** SUPPLIED DATA follows **

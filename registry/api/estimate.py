"""A barrier estimate for a compound not yet measured, and the experiment it suggests.

The neighbours and their weighted barrier are :mod:`registry.search.estimate`; from the estimate
this adds the planning answer :func:`registry.api.calc_plan` gives for a known barrier —
predicted coalescence temperature per field (with Δν), whether it lies in the solvent's liquid
range (with the usual cautions), the atropisomer class and the half-life at 37 °C.
"""

from __future__ import annotations

from collections.abc import Sequence
from dataclasses import dataclass
from typing import TYPE_CHECKING, Any

from registry.errors import UsageError

if TYPE_CHECKING:
    from registry.kinetics.calc_planning import PlanCalc
    from registry.kinetics.planning import AtropisomerClass
    from registry.kinetics.quantities import Duration
    from registry.search.estimate import Estimate
    from registry.storage.database import Database


@dataclass(frozen=True)
class BarrierEstimate:
    """The estimate, its LaPlante class at 37 °C, and the VT-NMR plan when Δν was given."""

    estimate: Estimate
    atropisomer: AtropisomerClass | None
    half_life_37c: Duration | None
    plan: PlanCalc | None
    solvent: str | None
    notes: tuple[str, ...]

    def to_dict(self) -> dict[str, Any]:
        out = self.estimate.to_dict()
        a = self.atropisomer
        out.update(
            {
                "atropisomer_class": None if a is None else a.stability_class,
                "half_life_37C_s": None if a is None else a.half_life_37c_s,
                "atropisomer_text": None if a is None else a.description,
                "solvent": self.solvent,
                "plan": None if self.plan is None else self.plan.to_dict(),
                "notes": [*out["notes"], *self.notes],
            }
        )
        return out


def estimate_barrier(
    database: Database,
    smiles: str,
    *,
    process: str | None = None,
    motif: str | None = None,
    neighbours: int = 5,
    min_similarity: float = 0.3,
    include_flagged: bool = False,
    dnu: str | float | None = None,
    field: str | float | Sequence[str | float] | None = None,
    nucleus: str | None = None,
    solvent: str | None = None,
) -> BarrierEstimate:
    """Estimate ΔG‡ of ``smiles`` from the registry's nearest measured compounds (of
    ``process``; among those matching the motif ``motif`` when given), and plan from it.

    With ``dnu`` (Hz, or ppm at each ``field``) the plan predicts the coalescence temperature at
    each field; with ``solvent`` (any spelling the registry reads) it checks the solvent's
    liquid range and adds the cautions. The class and half-life at 37 °C come with any estimate.
    """
    from registry.search.estimate import estimate

    motif_ids = _motif_compounds(database, motif) if motif else None
    found = estimate(
        database, smiles, process=process, motif_ids=motif_ids, neighbours=neighbours,
        min_similarity=min_similarity, include_flagged=include_flagged,
    )  # fmt: skip
    bp_mp, solvent_name = _solvent(database, solvent) if solvent else ((None, None), None)
    if found.dg_kj_mol is None:
        return BarrierEstimate(found, None, None, None, solvent_name, ())
    from registry.kinetics.calc_planning import calc_plan
    from registry.kinetics.planning import atropisomer_class
    from registry.kinetics.quantities import duration

    atropisomer = atropisomer_class(found.dg_kj_mol)
    plan = None
    notes: tuple[str, ...] = ()
    if dnu is not None:
        plan = calc_plan(
            dnu=dnu, field=field, dg=found.dg_kj_mol, nucleus=nucleus,
            solvent_bp=bp_mp[0], solvent_mp=bp_mp[1],
        )  # fmt: skip
    else:
        notes = ("give dnu (the slow-exchange separation) for the coalescence temperature",)
    half_life = duration(atropisomer.half_life_37c_s)
    return BarrierEstimate(found, atropisomer, half_life, plan, solvent_name, notes)


def _motif_compounds(database: Database, motif: str) -> list[int]:
    from registry.search import get_motif, motif_matches

    name = get_motif(motif, database).name
    return motif_matches(database, [name])[name]


def _solvent(database: Database, text: str) -> tuple[tuple[float | None, float | None], str]:
    """(bp, mp) in K of the solvent the registry reads ``text`` as, and its name."""
    from registry.admin.vocabulary import list_solvents, read_term

    reading = read_term(database, "solvent", text)
    name = reading.get("reads_as")
    if name is None:
        hint = ", ".join(reading.get("suggestions") or [])
        raise UsageError(
            f"solvent {text!r}: not a solvent the registry knows"
            + (f" (did you mean {hint}?)" if hint else "")
        )
    row = next(s for s in list_solvents(database) if s["name"] == name)
    bp, mp = row.get("bp_k"), row.get("mp_k")
    return (None if bp is None else f"{bp} K", None if mp is None else f"{mp} K"), name
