def eyring_figure(
    fit: EyringFit,
    *,
    title: str | None = None,
    energy_unit: str = "kJ/mol",
    t_ref_k: float = T_STANDARD_K,
    k_err_per_s: ArrayLike | None = None,
    width: float = 6.4,
    height: float = 4.4,
) -> tuple[Figure, EyringSummary]:
    """ln(k/T) against 1/T with the weighted fit line, its 95 % band and the parameters written on.

    ``k_err_per_s`` (the σ_k the fit was given, in the same order) draws error bars.
    """
    summary = eyring_summary(fit, t_ref_k=t_ref_k)
    t, k = fit.t_k, fit.k_per_s
    inv = 1.0 / t
    y = np.log(k / t)
    span = float(inv.max() - inv.min()) or float(inv.mean()) * 0.02
    xs = np.linspace(inv.min() - 0.06 * span, inv.max() + 0.06 * span, 200)
    line, half = eyring_band(fit, xs)
    with _styled():
        fig = _new_figure(width, height, (0.75, 0.55, 0.15, 0.75 if title else 0.5))
        ax = fig.add_subplot()
        if summary.band:
            ax.fill_between(
                1e3 * xs,
                line - half,
                line + half,
                color=theme.BAND,
                alpha=0.45,
                linewidth=0,
                label="95 % confidence band of the line",
            )
        ax.plot(1e3 * xs, line, color=theme.FIT, linewidth=1.8, label="weighted Eyring fit")
        yerr = None
        if k_err_per_s is not None:
            yerr = np.asarray(k_err_per_s, dtype=float) / k  # σ(ln k) = σ_k / k
        ax.errorbar(
            1e3 * inv,
            y,
            yerr=yerr,
            fmt="o",
            color=theme.DATA,
            markersize=6,
            markeredgecolor=theme.PAPER,
            markeredgewidth=1.0,
            elinewidth=1.0,
            capsize=2.5,
            label="measured rate constants",
            zorder=3,
        )
        ax.set_xlabel("10³ / T   (K⁻¹)")
        ax.set_ylabel("ln(k / T)   (k in s⁻¹, T in K)")
        top = ax.secondary_xaxis("top", functions=(_thousand_over, _thousand_over))
        top.set_xlabel("T (K)", color=theme.MUTED)
        top.tick_params(colors=theme.MUTED, labelcolor=theme.MUTED)
        if title:
            ax.set_title(title)
        lines = eyring_text(summary, energy_unit)
        ax.text(
            0.98,
            0.97,
            "\n".join(lines),
            transform=ax.transAxes,
            ha="right",
            va="top",
            fontsize=8.5,
            color=theme.INK,
            linespacing=1.45,
            bbox={"boxstyle": "round,pad=0.5", "fc": "#ffffff", "ec": theme.RULE, "alpha": 0.92},
        )
        ax.legend(loc="lower left", fontsize=8)
    return fig, summary
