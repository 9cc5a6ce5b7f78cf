"""Spreadsheets in and out: import a group's table, export measurements as files."""

from __future__ import annotations

from collections.abc import Callable, Sequence
from pathlib import Path
from typing import Any

from registry.api.registry import actor_name
from registry.errors import UsageError
from registry.storage.database import Database

#: the file formats :func:`export_measurements` writes: data files, and tables for papers
DATA_FORMATS = ("csv", "xlsx", "json", "sdf")
TABLE_FORMATS = ("latex", "tex", "markdown", "md")


def import_table(
    database: Database,
    path: str | Path,
    *,
    sheet: str | None = None,
    mapping: str | Path | None = None,
    dry_run: bool = False,
    skip_bad: bool = False,
    rejects: str | Path | None = None,
    actor: str | None = None,
    progress: Callable[[str, int, int], None] | None = None,
    workers: int | None = None,
    prefer: str | None = None,
    empty_clears: bool = False,
) -> dict[str, Any]:
    """Import a spreadsheet (.xlsx, .ods, .csv, .tsv) of measurements and/or rate points.

    Every row is read and checked first; then either the whole file is written in one
    transaction or — when any row has a problem — nothing, and
    :class:`~registry.errors.ImportRowError` lists every problem with its file, sheet, row,
    column and text. ``skip_bad`` imports the good rows instead and writes the rejected ones
    with their reasons to ``rejects`` (default: ``<file>.rejected.csv`` beside the file).
    ``dry_run`` reads and checks everything and writes nothing. ``mapping`` is a TOML mapping
    file (columns, units, defaults, sheets); ``sheet`` picks one sheet of a workbook.
    Importing the same file again adds nothing; a corrected file updates the matching
    measurements (matched by their ``uid`` column, then compound and label, then compound,
    process, solvent, method and reference), each change recorded in the history.

    A re-import never silently undoes work done in the registry: each field is compared with
    what the file said when it was last imported. A value changed in the registry since (an
    edit, a review) and not in the file is kept; one changed in both is a conflict, and nothing
    is written for that measurement unless ``prefer`` is ``"file"`` or ``"registry"`` (the
    rest of the file is written). A reviewed measurement is changed only with
    ``prefer="file"``. A column the file does not have changes nothing; an empty cell changes
    nothing unless ``empty_clears``. ``progress(stage, done, total)`` is called as rows are
    normalized and structures parsed; ``workers`` sets the size of the process pool big files
    are parsed in (default: up to two).

    Returns the import report: the mapping of each sheet, notes, problems, the counts and ids
    of added, updated, unchanged and held measurements with the validation findings on them
    (``would_add`` … and a preview of the first rows for a dry run), and the merge field by
    field: ``updates``, ``kept``, ``conflicts``, ``held`` (see
    :func:`registry.io.report.merge_report`).
    """
    from registry.io.importer import import_table as run

    return run(
        database, path, sheet=sheet, mapping=mapping, dry_run=dry_run, skip_bad=skip_bad,
        rejects=rejects, actor=actor_name(actor), progress=progress, workers=workers,
        prefer=prefer, empty_clears=empty_clears,
    )  # fmt: skip


def export_measurements(
    database: Database,
    out: str | Path,
    *,
    format: str | None = None,
    ids: Sequence[int] | None = None,
    energy_unit: str = "kJ/mol",
    uncertainty: str = "paren",
    include_flagged: bool = False,
    **filters: Any,
) -> dict[str, Any]:
    """Write the measurements the filters select (the keywords of :func:`list_measurements`)
    to ``out``.

    ``format`` is csv, xlsx, json or sdf (an SD file: each measurement's structure as a
    Molfile, its columns as data items; reported texts, normalized values, findings, rate points;
    text cells a spreadsheet would evaluate get a leading apostrophe, which the importer strips
    again), or latex/markdown for a table in a paper (ΔG‡, ΔH‡, ΔS‡ in ``energy_unit``,
    uncertainties as ``62.3(4)`` with ``uncertainty='paren'`` or ``62.3 ± 0.4`` with
    ``'pm'``). Without ``format`` the file's suffix decides (.csv, .xlsx, .json, .tex, .md).
    A table leaves flagged measurements (an error finding nobody accepted) out unless
    ``include_flagged``, and footnotes them when included; a data file holds every selected
    row (``flagged=False`` selects the clean ones). Returns what was written: file, format,
    counts and ``notes`` (stored values the file could not show as they are).

    ``out`` is checked first (:func:`registry.outputs.check_target`): the registry, a SQLite
    file, a folder, a symlink or a missing folder is refused before anything is read, and the
    file is written whole or not at all.
    """
    from registry.api.records import list_measurements
    from registry.outputs import check_target
    from registry.search.filters import listing_filters

    listing_filters(**filters)  # read and check the filters and the file before any work
    target = check_target(out, what="export", protect=database.path)
    kind = (format or target.suffix.lstrip(".")).lower()
    if kind not in DATA_FORMATS + TABLE_FORMATS:
        raise UsageError(
            "format must be one of csv, xlsx, json, sdf, latex, markdown "
            f"(got {kind or 'none'!r}); "
            "name it, or end the file name in .csv, .xlsx, .json, .sdf, .tex or .md"
        )
    if kind in TABLE_FORMATS:
        from registry.reports.table_file import export_table

        return export_table(
            database, out, format, energy_unit=energy_unit, uncertainty=uncertainty, ids=ids,
            include_flagged=include_flagged, **filters,
        )  # fmt: skip
    from registry.io.export import write_export

    chosen = [r["id"] for r in list_measurements(database, ids=ids, **filters)]
    return write_export(database, chosen, out, format)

** End of SUPPLIED DATA **

Filter the records down to the lines that contain the string "PlanCalc", and copy those lines.

EXERCISE OUTPUT
    from registry.kinetics.calc_planning import PlanCalc
    plan: PlanCalc | None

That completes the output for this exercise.